WHAT IS BEING ASKED ▸ Once the line with "test('has one company, a" is found in the entries below, repeat it and each following line exactly, up to and including the line with "test('is refused on". Add no other lines.
─── RECORDS TO PROCESS
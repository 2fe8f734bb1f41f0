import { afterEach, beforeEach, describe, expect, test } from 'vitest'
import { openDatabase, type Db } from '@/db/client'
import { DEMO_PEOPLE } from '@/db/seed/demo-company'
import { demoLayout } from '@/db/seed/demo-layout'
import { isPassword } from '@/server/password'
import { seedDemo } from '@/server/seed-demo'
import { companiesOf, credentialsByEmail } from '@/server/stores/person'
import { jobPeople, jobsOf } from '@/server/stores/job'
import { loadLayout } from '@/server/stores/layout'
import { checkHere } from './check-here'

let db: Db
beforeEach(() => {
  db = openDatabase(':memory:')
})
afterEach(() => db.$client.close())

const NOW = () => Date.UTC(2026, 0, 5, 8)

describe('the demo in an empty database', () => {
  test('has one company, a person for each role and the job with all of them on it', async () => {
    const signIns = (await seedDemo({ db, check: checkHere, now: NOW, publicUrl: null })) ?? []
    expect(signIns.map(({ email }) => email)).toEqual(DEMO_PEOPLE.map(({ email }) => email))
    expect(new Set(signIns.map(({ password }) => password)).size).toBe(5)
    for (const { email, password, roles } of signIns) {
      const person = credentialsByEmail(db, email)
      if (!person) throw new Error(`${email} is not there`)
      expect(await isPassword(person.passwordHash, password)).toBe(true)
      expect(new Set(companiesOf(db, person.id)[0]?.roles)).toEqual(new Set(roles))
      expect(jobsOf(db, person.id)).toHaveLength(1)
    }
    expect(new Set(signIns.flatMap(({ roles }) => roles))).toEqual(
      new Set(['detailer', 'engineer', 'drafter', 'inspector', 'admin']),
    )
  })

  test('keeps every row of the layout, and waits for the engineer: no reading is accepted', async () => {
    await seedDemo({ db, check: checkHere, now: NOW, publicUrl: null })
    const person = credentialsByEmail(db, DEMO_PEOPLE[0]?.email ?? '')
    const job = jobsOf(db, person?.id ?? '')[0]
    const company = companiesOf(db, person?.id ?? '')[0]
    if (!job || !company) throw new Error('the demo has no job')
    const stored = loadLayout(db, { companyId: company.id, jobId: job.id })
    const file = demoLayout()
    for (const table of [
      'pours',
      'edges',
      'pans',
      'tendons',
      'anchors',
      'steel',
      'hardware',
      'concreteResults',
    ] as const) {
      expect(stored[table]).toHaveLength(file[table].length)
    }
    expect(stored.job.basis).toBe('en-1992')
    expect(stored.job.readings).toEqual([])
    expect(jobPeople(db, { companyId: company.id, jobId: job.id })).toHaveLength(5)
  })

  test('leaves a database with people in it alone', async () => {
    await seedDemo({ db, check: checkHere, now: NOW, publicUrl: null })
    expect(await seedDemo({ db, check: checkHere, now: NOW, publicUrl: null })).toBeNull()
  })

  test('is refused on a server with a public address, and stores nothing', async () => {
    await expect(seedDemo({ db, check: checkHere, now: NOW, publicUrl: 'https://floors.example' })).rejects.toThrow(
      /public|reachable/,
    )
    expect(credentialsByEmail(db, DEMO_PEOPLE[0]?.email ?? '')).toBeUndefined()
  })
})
──────
SOLUTION TO THIS TASK ▸
  test('has one company, a person for each role and the job with all of them on it', async () => {
    const signIns = (await seedDemo({ db, check: checkHere, now: NOW, publicUrl: null })) ?? []
    expect(signIns.map(({ email }) => email)).toEqual(DEMO_PEOPLE.map(({ email }) => email))
    expect(new Set(signIns.map(({ password }) => password)).size).toBe(5)
    for (const { email, password, roles } of signIns) {
      const person = credentialsByEmail(db, email)
      if (!person) throw new Error(`${email} is not there`)
      expect(await isPassword(person.passwordHash, password)).toBe(true)
      expect(new Set(companiesOf(db, person.id)[0]?.roles)).toEqual(new Set(roles))
      expect(jobsOf(db, person.id)).toHaveLength(1)
    }
    expect(new Set(signIns.flatMap(({ roles }) => roles))).toEqual(
      new Set(['detailer', 'engineer', 'drafter', 'inspector', 'admin']),
    )
  })

  test('keeps every row of the layout, and waits for the engineer: no reading is accepted', async () => {
    await seedDemo({ db, check: checkHere, now: NOW, publicUrl: null })
    const person = credentialsByEmail(db, DEMO_PEOPLE[0]?.email ?? '')
    const job = jobsOf(db, person?.id ?? '')[0]
    const company = companiesOf(db, person?.id ?? '')[0]
    if (!job || !company) throw new Error('the demo has no job')
    const stored = loadLayout(db, { companyId: company.id, jobId: job.id })
    const file = demoLayout()
    for (const table of [
      'pours',
      'edges',
      'pans',
      'tendons',
      'anchors',
      'steel',
      'hardware',
      'concreteResults',
    ] as const) {
      expect(stored[table]).toHaveLength(file[table].length)
    }
    expect(stored.job.basis).toBe('en-1992')
    expect(stored.job.readings).toEqual([])
    expect(jobPeople(db, { companyId: company.id, jobId: job.id })).toHaveLength(5)
  })

  test('leaves a database with people in it alone', async () => {
    await seedDemo({ db, check: checkHere, now: NOW, publicUrl: null })
    expect(await seedDemo({ db, check: checkHere, now: NOW, publicUrl: null })).toBeNull()
  })

  test('is refused on a server with a public address, and stores nothing', async () => {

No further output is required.